*** SUPPLIED DATA ***

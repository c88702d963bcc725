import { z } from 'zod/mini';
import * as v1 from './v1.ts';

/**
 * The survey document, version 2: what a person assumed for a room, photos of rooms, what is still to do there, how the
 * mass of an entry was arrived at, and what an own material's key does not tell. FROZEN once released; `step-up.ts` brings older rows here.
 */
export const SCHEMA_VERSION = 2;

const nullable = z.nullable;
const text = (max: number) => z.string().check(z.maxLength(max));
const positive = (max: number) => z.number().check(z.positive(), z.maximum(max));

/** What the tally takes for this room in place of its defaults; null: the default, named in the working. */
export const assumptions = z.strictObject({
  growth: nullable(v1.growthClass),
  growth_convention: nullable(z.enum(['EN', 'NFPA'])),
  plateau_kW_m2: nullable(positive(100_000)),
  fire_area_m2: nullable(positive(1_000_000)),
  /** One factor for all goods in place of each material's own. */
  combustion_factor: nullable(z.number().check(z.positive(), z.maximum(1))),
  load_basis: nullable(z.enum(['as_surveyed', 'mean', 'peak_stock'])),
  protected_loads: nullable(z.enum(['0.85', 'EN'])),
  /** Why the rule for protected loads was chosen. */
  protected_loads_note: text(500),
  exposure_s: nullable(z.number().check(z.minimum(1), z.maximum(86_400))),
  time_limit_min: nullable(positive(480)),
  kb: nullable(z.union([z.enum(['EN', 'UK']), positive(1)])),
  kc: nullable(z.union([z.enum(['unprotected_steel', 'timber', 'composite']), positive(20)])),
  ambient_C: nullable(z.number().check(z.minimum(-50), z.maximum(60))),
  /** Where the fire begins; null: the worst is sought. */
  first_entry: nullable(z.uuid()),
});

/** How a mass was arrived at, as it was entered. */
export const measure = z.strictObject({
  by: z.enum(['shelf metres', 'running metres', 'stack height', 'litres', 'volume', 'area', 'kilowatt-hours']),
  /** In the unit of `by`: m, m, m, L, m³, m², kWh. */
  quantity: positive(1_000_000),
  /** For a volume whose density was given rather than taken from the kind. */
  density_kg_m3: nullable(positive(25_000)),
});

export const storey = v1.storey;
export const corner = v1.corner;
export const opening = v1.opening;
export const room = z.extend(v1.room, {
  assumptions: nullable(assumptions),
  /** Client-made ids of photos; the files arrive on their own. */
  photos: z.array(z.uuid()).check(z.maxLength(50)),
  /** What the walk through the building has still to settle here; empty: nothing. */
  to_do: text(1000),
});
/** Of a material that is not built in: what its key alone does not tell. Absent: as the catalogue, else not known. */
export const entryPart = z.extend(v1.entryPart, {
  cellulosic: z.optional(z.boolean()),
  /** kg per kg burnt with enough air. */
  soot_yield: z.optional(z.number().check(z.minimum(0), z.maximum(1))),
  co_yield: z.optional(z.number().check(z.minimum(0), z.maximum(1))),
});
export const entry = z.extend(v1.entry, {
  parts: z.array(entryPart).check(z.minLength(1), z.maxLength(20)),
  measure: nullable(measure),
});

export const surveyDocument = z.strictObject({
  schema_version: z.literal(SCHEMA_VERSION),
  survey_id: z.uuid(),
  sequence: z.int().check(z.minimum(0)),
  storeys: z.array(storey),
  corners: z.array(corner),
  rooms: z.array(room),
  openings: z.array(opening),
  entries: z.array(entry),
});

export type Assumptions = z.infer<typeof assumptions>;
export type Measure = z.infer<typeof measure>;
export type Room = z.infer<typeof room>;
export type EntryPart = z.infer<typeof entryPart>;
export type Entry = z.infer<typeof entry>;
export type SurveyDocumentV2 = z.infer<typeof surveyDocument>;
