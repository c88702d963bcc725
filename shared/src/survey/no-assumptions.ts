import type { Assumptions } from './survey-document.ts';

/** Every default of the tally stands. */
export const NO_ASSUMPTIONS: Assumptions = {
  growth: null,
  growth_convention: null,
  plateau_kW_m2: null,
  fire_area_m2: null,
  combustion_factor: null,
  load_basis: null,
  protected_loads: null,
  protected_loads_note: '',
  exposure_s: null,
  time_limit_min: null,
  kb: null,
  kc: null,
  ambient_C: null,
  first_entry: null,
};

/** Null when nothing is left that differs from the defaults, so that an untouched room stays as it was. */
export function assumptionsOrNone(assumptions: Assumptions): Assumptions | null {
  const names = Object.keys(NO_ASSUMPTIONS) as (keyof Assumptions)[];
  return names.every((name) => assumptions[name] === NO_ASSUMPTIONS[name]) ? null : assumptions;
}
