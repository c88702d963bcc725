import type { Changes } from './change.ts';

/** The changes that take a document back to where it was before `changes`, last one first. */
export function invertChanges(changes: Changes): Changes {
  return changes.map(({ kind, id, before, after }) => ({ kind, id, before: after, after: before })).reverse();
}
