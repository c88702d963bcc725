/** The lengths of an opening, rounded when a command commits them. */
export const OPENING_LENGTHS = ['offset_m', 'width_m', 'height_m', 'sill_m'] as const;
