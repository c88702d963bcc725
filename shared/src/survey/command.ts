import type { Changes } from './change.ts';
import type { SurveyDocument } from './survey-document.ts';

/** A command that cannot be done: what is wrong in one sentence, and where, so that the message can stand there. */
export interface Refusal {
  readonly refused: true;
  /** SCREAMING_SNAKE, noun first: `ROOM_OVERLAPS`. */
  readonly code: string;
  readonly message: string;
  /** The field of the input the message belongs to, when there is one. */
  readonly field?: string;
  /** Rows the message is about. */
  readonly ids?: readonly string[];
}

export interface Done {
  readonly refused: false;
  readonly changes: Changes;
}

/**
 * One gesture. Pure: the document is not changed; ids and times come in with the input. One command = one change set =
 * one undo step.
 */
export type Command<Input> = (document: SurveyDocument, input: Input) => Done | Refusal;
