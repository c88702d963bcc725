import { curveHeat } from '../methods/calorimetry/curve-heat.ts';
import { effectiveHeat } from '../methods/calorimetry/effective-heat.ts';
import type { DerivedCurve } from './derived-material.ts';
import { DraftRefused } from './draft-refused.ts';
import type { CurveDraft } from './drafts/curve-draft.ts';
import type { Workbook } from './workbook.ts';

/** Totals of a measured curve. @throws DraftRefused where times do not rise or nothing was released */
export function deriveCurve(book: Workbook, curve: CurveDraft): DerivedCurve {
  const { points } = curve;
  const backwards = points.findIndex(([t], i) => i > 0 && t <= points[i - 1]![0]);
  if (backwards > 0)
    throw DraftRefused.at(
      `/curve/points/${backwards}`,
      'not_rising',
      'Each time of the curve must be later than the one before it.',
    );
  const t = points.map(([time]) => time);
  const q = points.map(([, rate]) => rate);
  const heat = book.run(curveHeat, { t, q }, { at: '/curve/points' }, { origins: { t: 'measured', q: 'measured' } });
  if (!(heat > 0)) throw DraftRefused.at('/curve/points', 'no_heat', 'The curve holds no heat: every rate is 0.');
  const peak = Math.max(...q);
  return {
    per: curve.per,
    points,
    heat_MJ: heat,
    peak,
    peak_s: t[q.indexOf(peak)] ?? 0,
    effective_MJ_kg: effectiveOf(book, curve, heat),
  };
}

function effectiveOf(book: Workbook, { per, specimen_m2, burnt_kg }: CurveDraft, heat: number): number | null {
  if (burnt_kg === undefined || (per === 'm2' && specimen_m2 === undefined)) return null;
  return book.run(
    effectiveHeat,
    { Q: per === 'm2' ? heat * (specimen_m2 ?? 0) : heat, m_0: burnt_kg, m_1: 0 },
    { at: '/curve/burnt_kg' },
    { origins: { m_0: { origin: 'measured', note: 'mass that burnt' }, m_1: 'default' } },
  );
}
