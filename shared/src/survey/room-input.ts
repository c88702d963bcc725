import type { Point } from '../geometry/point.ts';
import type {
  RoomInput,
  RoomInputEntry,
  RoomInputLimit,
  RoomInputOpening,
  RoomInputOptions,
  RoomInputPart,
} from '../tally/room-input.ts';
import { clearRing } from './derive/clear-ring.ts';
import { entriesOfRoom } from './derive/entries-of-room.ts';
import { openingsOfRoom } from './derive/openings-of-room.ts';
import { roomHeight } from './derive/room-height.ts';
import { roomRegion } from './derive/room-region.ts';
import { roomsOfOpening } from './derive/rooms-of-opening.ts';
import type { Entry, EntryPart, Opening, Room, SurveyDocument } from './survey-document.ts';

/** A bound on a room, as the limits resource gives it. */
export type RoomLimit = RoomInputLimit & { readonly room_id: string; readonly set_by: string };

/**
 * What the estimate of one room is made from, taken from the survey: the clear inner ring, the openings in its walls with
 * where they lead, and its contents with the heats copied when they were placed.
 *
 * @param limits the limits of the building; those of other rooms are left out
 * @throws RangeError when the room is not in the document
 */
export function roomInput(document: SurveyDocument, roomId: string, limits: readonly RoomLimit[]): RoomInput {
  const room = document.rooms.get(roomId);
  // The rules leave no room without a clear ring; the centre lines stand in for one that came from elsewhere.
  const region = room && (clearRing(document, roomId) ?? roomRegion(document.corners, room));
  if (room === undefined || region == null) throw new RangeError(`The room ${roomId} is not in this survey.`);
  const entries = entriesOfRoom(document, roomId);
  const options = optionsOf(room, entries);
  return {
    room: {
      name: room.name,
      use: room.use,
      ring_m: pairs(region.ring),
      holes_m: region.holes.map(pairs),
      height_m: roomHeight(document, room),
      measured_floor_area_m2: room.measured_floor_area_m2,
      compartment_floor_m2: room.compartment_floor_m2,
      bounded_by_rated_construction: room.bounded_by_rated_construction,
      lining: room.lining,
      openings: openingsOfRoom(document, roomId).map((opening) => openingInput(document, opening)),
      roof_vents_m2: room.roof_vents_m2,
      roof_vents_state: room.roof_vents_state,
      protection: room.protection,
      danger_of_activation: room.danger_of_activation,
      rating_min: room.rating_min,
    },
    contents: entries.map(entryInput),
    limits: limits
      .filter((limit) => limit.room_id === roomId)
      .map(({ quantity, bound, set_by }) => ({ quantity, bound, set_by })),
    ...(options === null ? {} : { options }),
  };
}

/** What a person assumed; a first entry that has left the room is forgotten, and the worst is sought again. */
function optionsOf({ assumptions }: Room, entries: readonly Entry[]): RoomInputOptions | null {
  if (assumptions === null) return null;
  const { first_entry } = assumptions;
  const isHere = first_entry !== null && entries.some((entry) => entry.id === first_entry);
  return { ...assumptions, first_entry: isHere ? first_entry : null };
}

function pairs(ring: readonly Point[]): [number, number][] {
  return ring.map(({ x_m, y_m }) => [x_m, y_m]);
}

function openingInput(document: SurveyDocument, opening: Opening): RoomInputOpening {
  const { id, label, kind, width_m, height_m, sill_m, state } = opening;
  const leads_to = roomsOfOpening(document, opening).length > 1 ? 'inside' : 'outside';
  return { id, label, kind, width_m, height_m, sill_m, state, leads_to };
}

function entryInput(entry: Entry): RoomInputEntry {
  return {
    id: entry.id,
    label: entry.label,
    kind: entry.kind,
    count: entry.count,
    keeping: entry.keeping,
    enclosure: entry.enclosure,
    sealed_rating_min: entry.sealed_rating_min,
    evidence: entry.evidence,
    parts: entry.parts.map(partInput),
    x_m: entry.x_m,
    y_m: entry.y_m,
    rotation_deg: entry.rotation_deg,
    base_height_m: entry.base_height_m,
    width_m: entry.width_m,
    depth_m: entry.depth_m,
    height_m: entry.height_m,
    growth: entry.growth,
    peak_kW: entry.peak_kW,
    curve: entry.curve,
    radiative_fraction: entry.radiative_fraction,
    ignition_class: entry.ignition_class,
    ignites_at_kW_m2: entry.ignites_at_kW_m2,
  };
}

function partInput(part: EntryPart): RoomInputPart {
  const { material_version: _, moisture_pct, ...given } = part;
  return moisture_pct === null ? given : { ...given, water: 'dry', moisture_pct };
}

*** End of SUPPLIED DATA ***
*** SUPPLIED DATA ***

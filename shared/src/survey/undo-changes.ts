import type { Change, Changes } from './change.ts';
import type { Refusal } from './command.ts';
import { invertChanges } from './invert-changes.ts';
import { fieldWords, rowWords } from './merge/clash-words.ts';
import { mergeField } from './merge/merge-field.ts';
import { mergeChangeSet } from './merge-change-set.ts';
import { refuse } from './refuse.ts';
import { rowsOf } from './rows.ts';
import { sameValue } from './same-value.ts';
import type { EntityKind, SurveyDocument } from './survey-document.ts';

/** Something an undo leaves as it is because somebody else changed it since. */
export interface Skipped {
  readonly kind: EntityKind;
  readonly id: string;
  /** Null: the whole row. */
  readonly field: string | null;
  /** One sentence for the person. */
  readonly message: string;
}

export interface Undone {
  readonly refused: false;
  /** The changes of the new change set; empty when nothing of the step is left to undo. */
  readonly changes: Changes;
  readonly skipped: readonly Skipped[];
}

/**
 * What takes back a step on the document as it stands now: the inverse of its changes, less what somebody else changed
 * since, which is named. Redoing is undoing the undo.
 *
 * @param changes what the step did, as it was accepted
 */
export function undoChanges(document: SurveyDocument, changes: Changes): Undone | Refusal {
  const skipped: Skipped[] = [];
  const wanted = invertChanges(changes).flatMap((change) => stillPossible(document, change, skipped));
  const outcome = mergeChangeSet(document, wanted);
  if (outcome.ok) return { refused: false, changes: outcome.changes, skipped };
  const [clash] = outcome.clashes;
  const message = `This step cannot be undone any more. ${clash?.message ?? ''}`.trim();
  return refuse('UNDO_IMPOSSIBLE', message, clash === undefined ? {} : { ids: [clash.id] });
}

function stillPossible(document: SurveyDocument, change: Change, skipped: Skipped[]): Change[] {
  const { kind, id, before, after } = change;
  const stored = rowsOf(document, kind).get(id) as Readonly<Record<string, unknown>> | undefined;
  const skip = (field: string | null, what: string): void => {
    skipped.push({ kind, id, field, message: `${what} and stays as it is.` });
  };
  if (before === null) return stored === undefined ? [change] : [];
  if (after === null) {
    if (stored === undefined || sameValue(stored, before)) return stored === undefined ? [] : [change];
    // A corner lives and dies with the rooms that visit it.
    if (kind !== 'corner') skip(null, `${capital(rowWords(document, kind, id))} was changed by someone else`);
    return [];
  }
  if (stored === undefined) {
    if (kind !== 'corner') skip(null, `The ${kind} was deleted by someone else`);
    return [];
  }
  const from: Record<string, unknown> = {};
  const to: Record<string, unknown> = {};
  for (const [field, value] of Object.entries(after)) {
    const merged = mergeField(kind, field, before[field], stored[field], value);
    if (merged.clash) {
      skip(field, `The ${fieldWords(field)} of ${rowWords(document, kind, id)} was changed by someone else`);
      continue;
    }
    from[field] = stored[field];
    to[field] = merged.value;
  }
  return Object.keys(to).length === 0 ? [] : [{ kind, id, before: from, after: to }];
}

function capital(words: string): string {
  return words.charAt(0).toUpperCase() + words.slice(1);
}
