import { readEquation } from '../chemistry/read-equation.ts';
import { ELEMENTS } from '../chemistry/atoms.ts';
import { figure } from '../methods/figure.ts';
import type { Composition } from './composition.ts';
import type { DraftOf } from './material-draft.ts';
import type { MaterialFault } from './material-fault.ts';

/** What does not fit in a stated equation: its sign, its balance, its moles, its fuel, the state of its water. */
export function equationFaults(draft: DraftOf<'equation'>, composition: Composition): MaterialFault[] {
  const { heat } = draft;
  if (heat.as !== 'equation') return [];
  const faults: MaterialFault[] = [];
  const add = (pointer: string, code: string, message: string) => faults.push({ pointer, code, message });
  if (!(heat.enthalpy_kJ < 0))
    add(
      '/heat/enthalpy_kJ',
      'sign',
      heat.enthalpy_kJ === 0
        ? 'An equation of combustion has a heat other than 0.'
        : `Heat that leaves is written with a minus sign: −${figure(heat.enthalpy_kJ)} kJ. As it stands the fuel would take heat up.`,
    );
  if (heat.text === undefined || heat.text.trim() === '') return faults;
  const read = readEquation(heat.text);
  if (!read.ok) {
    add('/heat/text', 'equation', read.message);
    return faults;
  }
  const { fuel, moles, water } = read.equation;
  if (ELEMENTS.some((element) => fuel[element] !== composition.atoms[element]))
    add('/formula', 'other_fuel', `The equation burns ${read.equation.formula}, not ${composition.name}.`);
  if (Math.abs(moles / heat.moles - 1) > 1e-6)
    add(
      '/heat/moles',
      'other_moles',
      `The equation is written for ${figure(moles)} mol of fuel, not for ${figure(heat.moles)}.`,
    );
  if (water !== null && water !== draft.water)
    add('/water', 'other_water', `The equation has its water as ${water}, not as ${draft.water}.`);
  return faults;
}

*** End of SUPPLIED DATA ***

* [EXERCISE DIRECTIONS]:
Lines in the data that hold "stays" must be located and copied.

* [EXERCISE SOLUTION]:
/** Null when nothing is left that differs from the defaults, so that an untouched room stays as it was. */
    skipped.push({ kind, id, field, message: `${what} and stays as it is.` });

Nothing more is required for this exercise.